BEGIN Dataset content

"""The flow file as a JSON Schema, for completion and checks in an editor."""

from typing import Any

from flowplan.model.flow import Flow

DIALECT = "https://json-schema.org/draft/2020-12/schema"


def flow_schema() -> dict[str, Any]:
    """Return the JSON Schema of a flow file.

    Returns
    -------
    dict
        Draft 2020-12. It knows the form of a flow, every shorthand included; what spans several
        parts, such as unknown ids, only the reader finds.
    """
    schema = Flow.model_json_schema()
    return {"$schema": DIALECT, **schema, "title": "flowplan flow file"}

END Dataset content

**What is needed:**
Scan the listing and copy every line where the string "file" shows up.

**Written answer:**
"""The flow file as a JSON Schema, for completion and checks in an editor."""
    """Return the JSON Schema of a flow file.
    return {"$schema": DIALECT, **schema, "title": "flowplan flow file"}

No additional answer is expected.